> [DIRECTIONS]: Throughout the listing that follows, find each line with the word "data" and copy it.

> [SUPPLIED RECORDS]:
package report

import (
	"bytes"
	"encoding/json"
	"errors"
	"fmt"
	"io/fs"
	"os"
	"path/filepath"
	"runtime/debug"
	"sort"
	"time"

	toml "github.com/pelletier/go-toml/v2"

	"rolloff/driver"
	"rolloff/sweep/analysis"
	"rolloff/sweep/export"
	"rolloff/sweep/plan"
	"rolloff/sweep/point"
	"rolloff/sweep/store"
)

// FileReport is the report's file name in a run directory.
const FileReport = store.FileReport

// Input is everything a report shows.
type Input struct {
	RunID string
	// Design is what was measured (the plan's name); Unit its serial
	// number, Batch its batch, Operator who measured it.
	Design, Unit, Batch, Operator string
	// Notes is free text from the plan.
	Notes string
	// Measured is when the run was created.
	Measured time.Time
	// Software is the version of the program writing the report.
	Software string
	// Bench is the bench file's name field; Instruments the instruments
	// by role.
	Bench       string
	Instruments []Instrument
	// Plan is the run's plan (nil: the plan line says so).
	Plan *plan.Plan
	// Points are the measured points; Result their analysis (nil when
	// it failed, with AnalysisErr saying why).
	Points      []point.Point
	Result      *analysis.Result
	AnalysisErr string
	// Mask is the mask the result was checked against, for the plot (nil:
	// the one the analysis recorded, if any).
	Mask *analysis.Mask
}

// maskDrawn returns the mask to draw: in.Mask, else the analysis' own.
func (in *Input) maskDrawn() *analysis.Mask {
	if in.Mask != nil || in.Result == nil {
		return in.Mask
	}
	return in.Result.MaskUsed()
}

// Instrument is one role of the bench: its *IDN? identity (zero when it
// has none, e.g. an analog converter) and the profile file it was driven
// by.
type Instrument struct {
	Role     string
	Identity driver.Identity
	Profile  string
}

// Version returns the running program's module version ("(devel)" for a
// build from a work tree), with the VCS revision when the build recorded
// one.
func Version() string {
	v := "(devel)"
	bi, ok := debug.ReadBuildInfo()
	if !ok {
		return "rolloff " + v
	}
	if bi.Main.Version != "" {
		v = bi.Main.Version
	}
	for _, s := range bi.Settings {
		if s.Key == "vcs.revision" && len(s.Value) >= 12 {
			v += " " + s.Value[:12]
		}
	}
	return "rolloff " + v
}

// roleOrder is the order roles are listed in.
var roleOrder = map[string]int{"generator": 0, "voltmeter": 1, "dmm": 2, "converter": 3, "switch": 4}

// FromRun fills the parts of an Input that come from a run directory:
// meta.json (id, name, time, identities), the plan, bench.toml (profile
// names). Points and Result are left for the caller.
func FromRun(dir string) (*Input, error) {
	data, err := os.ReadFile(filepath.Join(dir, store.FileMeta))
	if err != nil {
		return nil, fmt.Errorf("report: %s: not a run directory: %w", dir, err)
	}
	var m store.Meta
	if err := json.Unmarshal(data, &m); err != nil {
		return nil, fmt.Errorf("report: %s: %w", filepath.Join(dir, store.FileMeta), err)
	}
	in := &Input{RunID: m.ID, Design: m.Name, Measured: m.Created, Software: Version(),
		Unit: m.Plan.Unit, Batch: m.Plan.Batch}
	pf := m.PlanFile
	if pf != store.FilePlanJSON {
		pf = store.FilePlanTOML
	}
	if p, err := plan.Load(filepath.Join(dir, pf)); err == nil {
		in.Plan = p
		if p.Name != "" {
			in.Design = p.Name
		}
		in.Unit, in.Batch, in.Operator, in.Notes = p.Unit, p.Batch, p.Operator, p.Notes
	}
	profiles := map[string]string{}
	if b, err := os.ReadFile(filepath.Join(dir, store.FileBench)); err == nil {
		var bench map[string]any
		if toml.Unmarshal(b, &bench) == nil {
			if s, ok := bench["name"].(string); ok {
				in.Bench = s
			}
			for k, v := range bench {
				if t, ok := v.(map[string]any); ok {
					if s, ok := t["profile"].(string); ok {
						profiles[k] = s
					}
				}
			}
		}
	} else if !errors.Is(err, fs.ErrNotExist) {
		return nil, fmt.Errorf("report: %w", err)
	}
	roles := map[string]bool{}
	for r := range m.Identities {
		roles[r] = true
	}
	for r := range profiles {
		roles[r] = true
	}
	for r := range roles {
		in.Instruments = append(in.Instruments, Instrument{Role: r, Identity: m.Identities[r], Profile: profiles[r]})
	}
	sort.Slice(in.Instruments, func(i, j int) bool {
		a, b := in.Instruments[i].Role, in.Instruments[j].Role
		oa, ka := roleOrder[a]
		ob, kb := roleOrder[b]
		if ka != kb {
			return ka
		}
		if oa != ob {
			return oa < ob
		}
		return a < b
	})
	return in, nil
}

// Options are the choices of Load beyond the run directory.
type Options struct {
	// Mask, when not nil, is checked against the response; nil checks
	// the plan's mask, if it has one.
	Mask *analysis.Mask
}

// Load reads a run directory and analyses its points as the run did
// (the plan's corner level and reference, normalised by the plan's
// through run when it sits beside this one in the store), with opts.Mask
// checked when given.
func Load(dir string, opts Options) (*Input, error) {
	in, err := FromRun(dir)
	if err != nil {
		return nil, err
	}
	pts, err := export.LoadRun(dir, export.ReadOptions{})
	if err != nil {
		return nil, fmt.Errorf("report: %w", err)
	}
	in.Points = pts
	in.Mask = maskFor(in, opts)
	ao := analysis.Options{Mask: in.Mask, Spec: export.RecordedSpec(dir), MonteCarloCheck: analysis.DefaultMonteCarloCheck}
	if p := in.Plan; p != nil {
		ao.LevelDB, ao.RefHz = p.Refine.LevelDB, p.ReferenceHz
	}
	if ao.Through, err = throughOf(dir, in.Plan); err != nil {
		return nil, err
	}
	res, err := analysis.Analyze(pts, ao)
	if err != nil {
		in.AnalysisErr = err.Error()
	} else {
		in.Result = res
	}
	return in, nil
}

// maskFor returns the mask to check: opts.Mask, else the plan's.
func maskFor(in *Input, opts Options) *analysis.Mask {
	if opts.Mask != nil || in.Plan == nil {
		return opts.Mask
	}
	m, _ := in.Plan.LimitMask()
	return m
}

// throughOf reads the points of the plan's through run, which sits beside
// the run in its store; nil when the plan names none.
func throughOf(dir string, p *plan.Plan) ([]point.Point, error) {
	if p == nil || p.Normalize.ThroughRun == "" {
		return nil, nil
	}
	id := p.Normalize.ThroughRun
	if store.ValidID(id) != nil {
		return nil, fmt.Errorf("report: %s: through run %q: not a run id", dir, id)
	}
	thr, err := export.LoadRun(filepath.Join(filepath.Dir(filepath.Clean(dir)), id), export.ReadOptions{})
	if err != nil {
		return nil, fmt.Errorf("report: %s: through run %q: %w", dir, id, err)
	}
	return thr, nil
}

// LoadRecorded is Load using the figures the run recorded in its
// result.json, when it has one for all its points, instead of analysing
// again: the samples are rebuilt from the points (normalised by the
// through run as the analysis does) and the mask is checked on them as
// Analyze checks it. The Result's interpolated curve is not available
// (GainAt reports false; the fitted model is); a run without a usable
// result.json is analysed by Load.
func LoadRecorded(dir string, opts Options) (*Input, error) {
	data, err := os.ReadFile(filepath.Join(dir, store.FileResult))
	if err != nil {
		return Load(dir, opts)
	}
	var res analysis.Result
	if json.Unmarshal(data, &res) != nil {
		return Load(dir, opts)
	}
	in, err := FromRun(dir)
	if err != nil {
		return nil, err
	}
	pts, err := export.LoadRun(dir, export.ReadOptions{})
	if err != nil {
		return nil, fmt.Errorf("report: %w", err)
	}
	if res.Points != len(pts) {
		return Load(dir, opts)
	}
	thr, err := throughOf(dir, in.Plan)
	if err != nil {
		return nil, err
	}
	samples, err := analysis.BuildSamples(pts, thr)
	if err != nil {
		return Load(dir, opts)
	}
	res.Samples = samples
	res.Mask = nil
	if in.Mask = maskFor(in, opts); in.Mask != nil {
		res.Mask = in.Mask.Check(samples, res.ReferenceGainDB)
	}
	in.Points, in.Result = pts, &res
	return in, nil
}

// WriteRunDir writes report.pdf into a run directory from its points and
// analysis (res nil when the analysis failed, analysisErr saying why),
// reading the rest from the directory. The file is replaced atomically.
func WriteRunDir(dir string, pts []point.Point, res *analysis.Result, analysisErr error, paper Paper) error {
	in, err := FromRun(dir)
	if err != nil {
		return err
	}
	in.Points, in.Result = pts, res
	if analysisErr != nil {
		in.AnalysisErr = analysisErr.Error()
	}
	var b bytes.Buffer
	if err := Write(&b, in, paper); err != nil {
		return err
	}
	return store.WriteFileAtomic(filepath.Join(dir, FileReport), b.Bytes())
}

> [SOLUTION FOR THIS TASK]:
	data, err := os.ReadFile(filepath.Join(dir, store.FileMeta))
	if err := json.Unmarshal(data, &m); err != nil {
	data, err := os.ReadFile(filepath.Join(dir, store.FileResult))
	if json.Unmarshal(data, &res) != nil {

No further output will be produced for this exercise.